July 23rd, 2009 by Dave
If you ask a random person on the street if digital photos can be trusted, the answer is probably going to be a no — even though many prints live most of their lives digitally.
Adobe and others are working on software to heuristically tell if a photo has been altered. From a mathematical perspective, I find this software fascinating, but in a sense it’s self defeating:
- No matter how much the software costs, I suspect that phot forgers are also software pirates, so they’re going to have this software
- You can now iterate on your forged imaged until it passes the test
So essentially a tool for detecting forgeries is a perfect tool for creating forgeries.
Tags: digital media, fraud Posted in misc | No Comments »
July 17th, 2009 by Dave
When we demo, usually one of the first things I say is “You have digital records” because almost every organization is moving towards having more and more of their content in document management systems of some stripe.
But it’s always interesting to read about the tiny fraction that aren’t, like New York Police Department, which still spends a third of a million dollars every year on typewriters.
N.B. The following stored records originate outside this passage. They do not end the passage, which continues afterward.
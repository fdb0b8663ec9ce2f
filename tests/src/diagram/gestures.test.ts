import { describe, expect, it } from 'vitest'
import { apply } from '#shared/build/apply.ts'
import { arrange } from '#shared/layout/arrange.ts'
import { bayAt, endOfDrag } from '../../../src/diagram/gestures.ts'
import { neighbourOf } from '../../../src/diagram/neighbours.ts'
import { buildOf, countingIds, looseParts } from '../../shared/build/edits/smallShop.ts'

const build = buildOf(looseParts)
const drawing = arrange(build)
const node = (id: string) => {
  const found = drawing.nodes.find((one) => one.id === id)
  if (!found) throw new Error(`no node ${id}`)
  return found
}
const drop = (id: string, by: { x: number; y: number }) =>
  endOfDrag(build, drawing, countingIds(), new Map([[id, { x: node(id).x + by.x, y: node(id).y + by.y }]]))

describe('the end of a drag', () => {
  it('moves a tag to the grid', () => {
    const made = drop('w', { x: 33, y: 9 })
    if (!made.ok) throw new Error(made.reason)
    const { position } = apply(build.document, made.edit.changes).parts.find((part) => part.id === 'w') ?? {}
    expect([(position?.x ?? 1) % 4, (position?.y ?? 1) % 4].map(Math.abs)).toEqual([0, 0])
  })

  it('puts a drive into the bay beneath it', () => {
    const made = drop('c1', { x: 6, y: node('a#5').y - node('c1').y })
    expect(made.ok && made.edit.label).toBe('Move C1 to bay 5')
  })

  it('swaps with the drive beneath', () => {
    const made = drop('c1', { x: 0, y: node('c3').y - node('c1').y + 3 })
    expect(made.ok && made.edit.label).toBe('Swap C1 and C3')
  })

  it('snaps back when dropped beside the strip, and takes it out when dropped far away', () => {
    expect(drop('c1', { x: 120, y: -400 }).ok).toBe(false)
    const made = drop('c1', { x: 900, y: 0 })
    expect(made.ok && made.edit.label).toBe('Take C1 out of bay 1')
  })

  it('finds the bay under a point of the sheet', () => {
    const bay = node('a#6')
    expect(bayAt(drawing, build, { x: bay.x + 5, y: bay.y + 5 })).toEqual({ case: 'a', slot: 6 })
    expect(bayAt(drawing, build, { x: -5000, y: 0 })).toBeUndefined()
  })
})

describe('arrow keys', () => {
  it('walk down the rows and out to both looms', () => {
    expect(neighbourOf(drawing.nodes, node('c1'), 'down')?.id).toBe('c2')
    expect(neighbourOf(drawing.nodes, node('c2'), 'up')?.id).toBe('c1')
    const left = neighbourOf(drawing.nodes, node('c1'), 'left')
    expect(left && left.x < node('c1').x).toBe(true)
  })

  it('begin at the first row', () => {
    expect(neighbourOf(drawing.nodes, undefined, 'right')?.id).toBe('c1')
  })
})
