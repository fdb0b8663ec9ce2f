import type { BuildDocument, Joint, JointEnd } from './document.ts'

/** One end of a joint with the designation of its part, for reading. */
export interface NamedEnd extends JointEnd {
  ref: string
}

export type JointDifference =
  | { kind: 'joint added' | 'joint removed'; joint: string; a: NamedEnd; b: NamedEnd }
  /** One end stays where it is and goes to another partner; `was` is the joint that it had before. */
  | { kind: 'rewired'; joint: string; was: string; at: NamedEnd; from: NamedEnd; to: NamedEnd }

interface Loose {
  joint: Joint
  ends: [NamedEnd, NamedEnd]
}

/**
 * Joints by what they join, whatever their ids and direction. A joint gone and a new one at the same connector are a
 * rewiring; where either end could be the one that stayed, it is the end that `travels`, as a drive that moved.
 */
export function compareJoints(
  before: BuildDocument,
  after: BuildDocument,
  travels: (part: string) => boolean = () => false,
): JointDifference[] {
  const gone = missingIn(before, after)
  const come = missingIn(after, before)
  const waiting = new Set(come)
  const rewired = new Map<Loose, JointDifference>()
  const pair = (mayStay: (end: NamedEnd) => boolean) => {
    const byEnd = byEnds(waiting)
    for (const old of gone) {
      if (rewired.has(old)) continue
      for (const i of [0, 1] as const) {
        const at = old.ends[i]
        const now = mayStay(at) ? byEnd.get(endKey(at))?.find((one) => waiting.has(one)) : undefined
        if (!now) continue
        waiting.delete(now)
        rewired.set(old, rewiring(old, now, i))
        break
      }
    }
  }
  pair((end) => travels(end.part))
  pair(() => true)
  return [
    ...gone.filter((old) => !rewired.has(old)).map((old) => whole('joint removed', old)),
    ...rewired.values(),
    ...[...waiting].map((now) => whole('joint added', now)),
  ]
}

const whole = (kind: 'joint added' | 'joint removed', { joint, ends: [a, b] }: Loose): JointDifference => ({
  kind,
  joint: joint.id,
  a,
  b,
})

function rewiring(old: Loose, now: Loose, i: 0 | 1): JointDifference {
  const j = endKey(now.ends[0]) === endKey(old.ends[i]) ? 0 : 1
  const to = now.ends[j === 0 ? 1 : 0]
  return {
    kind: 'rewired',
    joint: now.joint.id,
    was: old.joint.id,
    at: now.ends[j],
    from: old.ends[i === 0 ? 1 : 0],
    to,
  }
}

function byEnds(joints: Iterable<Loose>): Map<string, Loose[]> {
  const map = new Map<string, Loose[]>()
  for (const loose of joints)
    for (const end of loose.ends) {
      const list = map.get(endKey(end))
      if (list) list.push(loose)
      else map.set(endKey(end), [loose])
    }
  return map
}

/** Joints of one document that the other does not have; two joints drawn alike count as two. */
function missingIn(document: BuildDocument, other: BuildDocument): Loose[] {
  const there = new Map<string, number>()
  for (const joint of other.joints) there.set(keyOf(joint), (there.get(keyOf(joint)) ?? 0) + 1)
  const refs = new Map(document.parts.map((part) => [part.id, part.ref]))
  const named = (end: JointEnd): NamedEnd => ({ ...end, ref: refs.get(end.part) ?? end.part })
  return document.joints.flatMap((joint): Loose[] => {
    const key = keyOf(joint)
    const left = there.get(key) ?? 0
    if (left > 0) {
      there.set(key, left - 1)
      return []
    }
    return [{ joint, ends: [named(joint.a), named(joint.b)] }]
  })
}

const endKey = ({ part, connector }: JointEnd): string => `${part}:${connector}`
const keyOf = ({ a, b }: Joint): string => [endKey(a), endKey(b)].sort().join('~')
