import { describe, expect, it } from 'vitest'
import { apply } from '#shared/build/apply.ts'
import type { PartPatch } from '#shared/build/changes.ts'
import { resolve } from '#shared/build/resolve.ts'
import { arrange } from '#shared/layout/arrange.ts'
import { looksAlike } from '../../../src/diagram/looksAlike.ts'
import { toCanvasNodes } from '../../../src/diagram/nodes.ts'
import { buildOf, looseParts, smallCatalog } from '../../shared/build/edits/smallShop.ts'

const build = buildOf(looseParts)

describe('the canvas as a projection', () => {
  it('has a node for everything drawn, rows inside the frame of their case', () => {
    const drawing = arrange(build)
    const nodes = toCanvasNodes(drawing, build, true)
    expect(nodes.map((node) => node.id).sort()).toEqual(drawing.nodes.map((node) => node.id).sort())
    const row = nodes.find((node) => node.id === 'c1')
    expect(row?.parentNode).toBe('a')
    const drawn = drawing.nodes.find((node) => node.id === 'c1')
    const frame = drawing.nodes.find((node) => node.id === 'a')
    expect(row?.position.y).toBe((drawn?.y ?? 0) - (frame?.y ?? 0))
  })

  it('keeps the object of what did not change', () => {
    const before = new Map(toCanvasNodes(arrange(build), build, true).map((node) => [node.id, node]))
    const document = apply(build.document, [{ op: 'updatePart', id: 'c1', patch: { serial: 'NEW' } }])
    const next = resolve(document, smallCatalog)
    const after = toCanvasNodes(arrange(next), next, true, before)
    const changed = after.filter((node) => before.get(node.id) !== node).map((node) => node.id)
    expect(changed).toEqual(['c1'])
  })

  it('lets nothing be dragged where nothing may be changed', () => {
    expect(toCanvasNodes(arrange(build), build, false).some((node) => node.draggable)).toBe(false)
    const movable = toCanvasNodes(arrange(build), build, true).filter((node) => node.draggable)
    expect(new Set(movable.map((node) => node.type))).toEqual(new Set(['part', 'drive-row', 'case']))
  })
})

describe('looksAlike', () => {
  const { document } = build
  const change = (patch: PartPatch) => apply(document, [{ op: 'updatePart', id: 'c1', patch }])

  it('passes over what the picture does not depend on', () => {
    expect(looksAlike(document, change({ serial: 'NEW', role: 'spare', note: 'x' }))).toBe(true)
  })

  it.each<PartPatch>([
    { position: { x: 4, y: 8 } },
    { bay: { case: 'a', slot: 6 } },
    { bay: null },
    { model: 'disk-25' },
  ])('sees %j', (patch) => {
    expect(looksAlike(document, change(patch))).toBe(false)
  })

  it('gives the same drawing where it says so', () => {
    const next = resolve(change({ serial: 'NEW' }), smallCatalog)
    expect(arrange(next)).toEqual(arrange(build))
  })
})
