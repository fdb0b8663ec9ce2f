import { describe, expect, it } from 'vitest'
import type { LedgerRow } from '#shared/check/result.ts'
import { groupFindings } from '../../../src/diagram/findingGroups.ts'
import { jointGroups } from '../../../src/diagram/jointGroups.ts'
import { worstRows } from '../../../src/diagram/ledgerRows.ts'
import { searchShelf, shelfGroups } from '../../../src/diagram/shelf.ts'
import { buildOf, looseParts, smallCatalog } from '../../shared/build/edits/smallShop.ts'

const build = buildOf({
  ...looseParts,
  joints: [{ id: 'j1', a: { part: 'w', connector: 'out-2' }, b: { part: 'c2', connector: 'plug' } }],
})

describe('joints in words', () => {
  it('lists bays in their order, then the other parts', () => {
    const titles = jointGroups(build, { search: '', onlyFree: false }).map((group) => group.title)
    expect(titles).toEqual(['Bay 01: C1', 'Bay 02: C2', 'Bay 03: C3', 'T1', 'W1', 'W2'])
  })

  it('finds a joint from either end', () => {
    const found = jointGroups(build, { search: 'w1.2', onlyFree: false })
    expect(found.map((group) => group.title)).toEqual(['Bay 02: C2', 'W1'])
    expect(jointGroups(build, { search: 'bay 2', onlyFree: false })[0]?.title).toBe('Bay 02: C2')
  })

  it('shows only what is free', () => {
    const lead = jointGroups(build, { search: '', onlyFree: true }).find((group) => group.title === 'W1')
    expect(lead?.lines.map((line) => line.connector.connector.id)).toEqual(['supply', 'out-1', 'out-3', 'out-4'])
  })
})

describe('the shelf', () => {
  const groups = shelfGroups(smallCatalog, [], [])
  it('begins with the case and holds every model once', () => {
    expect(groups[0]?.items.map((item) => item.model.id)).toEqual(['box'])
    expect(groups.flatMap((group) => group.items)).toHaveLength(smallCatalog.models.size)
  })

  it('finds by all words, in any order', () => {
    expect(searchShelf(groups, 'outlets lead').map((group) => group.items.map((item) => item.model.id))).toEqual([
      ['lead-4'],
    ])
    expect(searchShelf(groups, 'no such thing')).toEqual([])
  })

  it("puts one's own models first", () => {
    const own = smallCatalog.models.get('disk-25')
    if (!own) throw new Error('no model')
    const drives = shelfGroups(smallCatalog, [], [{ ...own, id: 'zz-own', name: 'zz' }]).find((g) => g.kind === 'drive')
    expect(drives?.items.map((item) => [item.model.id, item.own])).toEqual([
      ['zz-own', 'library'],
      ['disk-25', null],
      ['disk-35', null],
    ])
  })
})

describe('the ledger', () => {
  const row = (moment: LedgerRow['moment'], share: number): LedgerRow => ({
    subject: { kind: 'joint', joint: 'j1' },
    kind: 'contact',
    name: 'W1 in, 12 V',
    rail: '12V',
    moment,
    load: share,
    limit: 1,
    unit: 'A',
    margin: 1 - share,
    share,
    shortTime: false,
    about: false,
  })

  it('has each thing once, at its worst or at the moment asked for', () => {
    const rows = [row('at-rest', 0.2), row('cold-start', 0.9), row('full-scan', 0.4)]
    expect(worstRows(rows, null).map((one) => one.moment)).toEqual(['cold-start'])
    expect(worstRows(rows, 'full-scan').map((one) => one.share)).toEqual([0.4])
  })

  it('puts a voltage near its lowest before one with room', () => {
    const volt = (name: string, load: number): LedgerRow => ({
      ...row('cold-start', 0),
      kind: 'device',
      name,
      unit: 'V',
      load,
      limit: 11.4,
      margin: load - 11.4,
      share: null,
    })
    expect(worstRows([volt('C1', 11.9), volt('C2', 11.3)], null).map((one) => one.name)).toEqual(['C2', 'C1'])
  })
})

describe('findings', () => {
  it('stand by severity, then together by rule', () => {
    const one = (rule: string, severity: 'fault' | 'note', ref: string) => ({
      key: `${rule}${ref}`,
      rule,
      severity,
      subjects: [{ kind: 'part' as const, part: ref, ref }],
      message: '',
      why: '',
      remedy: '',
      source: [],
      decidedBy: [],
      about: false,
    })
    const groups = groupFindings([one('a', 'note', 'C1'), one('b', 'fault', 'C2'), one('b', 'fault', 'C3')])
    expect(groups.map((group) => [group.severity, group.count])).toEqual([
      ['danger', 0],
      ['fault', 2],
      ['caution', 0],
      ['note', 1],
    ])
    expect(groups[1]?.bunches[0]?.refs).toEqual(['C2', 'C3'])
  })
})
Most of the city’s arrest forms have been computerized, but property and evidence vouchers printed on carbon-paper forms still require the use of typewriters.
…officials are working on software that would eliminate the need for the typewriters.
Tags: funny, government, paper, police Posted in misc | No Comments »
July 13th, 2009 by Dave
Apparently this is old news in the security world, but in a world where critical passwords are still on post-it notes on the monitor, it’s still interesting. Hackers can read your keystrokes through the power grid, Currently it’s only been proven to a distance of about 15 meters which means they have to get access to an outlet in the same building, even if it can be floors away. And the researchers claim this is done with only $500 in equipment, so it stands to reason that specialized equipment could do better.
The Slashdot discussion points out that defenses against this technology were declassified over 20 years ago. (See TEMPEST.)
Most importantly, there’s a fun way to try this at home if you have a CRT monitor and a short wave radio (unfortunately I have neither), Tempest for Eliza is a program that will do essentially the reverse of this hack — vary what’s being shown on your monitor to do something specific with the leaking electromagnetic waves: playing a song in a short wave radio frequency.
Tags: hacking, privacy, techniques Posted in hackers | No Comments »
July 7th, 2009 by Dave
Using a Social Security Number as a password is fairly common in the US for reasons I can’t understand.
Of course this password is nowhere near random, different states get different prefixes and now:
With just two attempts, the researchers correctly guessed the first five digits of SSNs for 60 percent of deceased Americans born between 1989 and 2003.
Oddly, the solution is the old (and wrongheaded):
The new findings remind consumers that they should use caution when sharing data online
Which is a little strange considering that all that was involved in this attack is knowing the victim’s date of birth — the kind of information that has been published in old fashioned local newspapers for a lot longer than the internet has been around.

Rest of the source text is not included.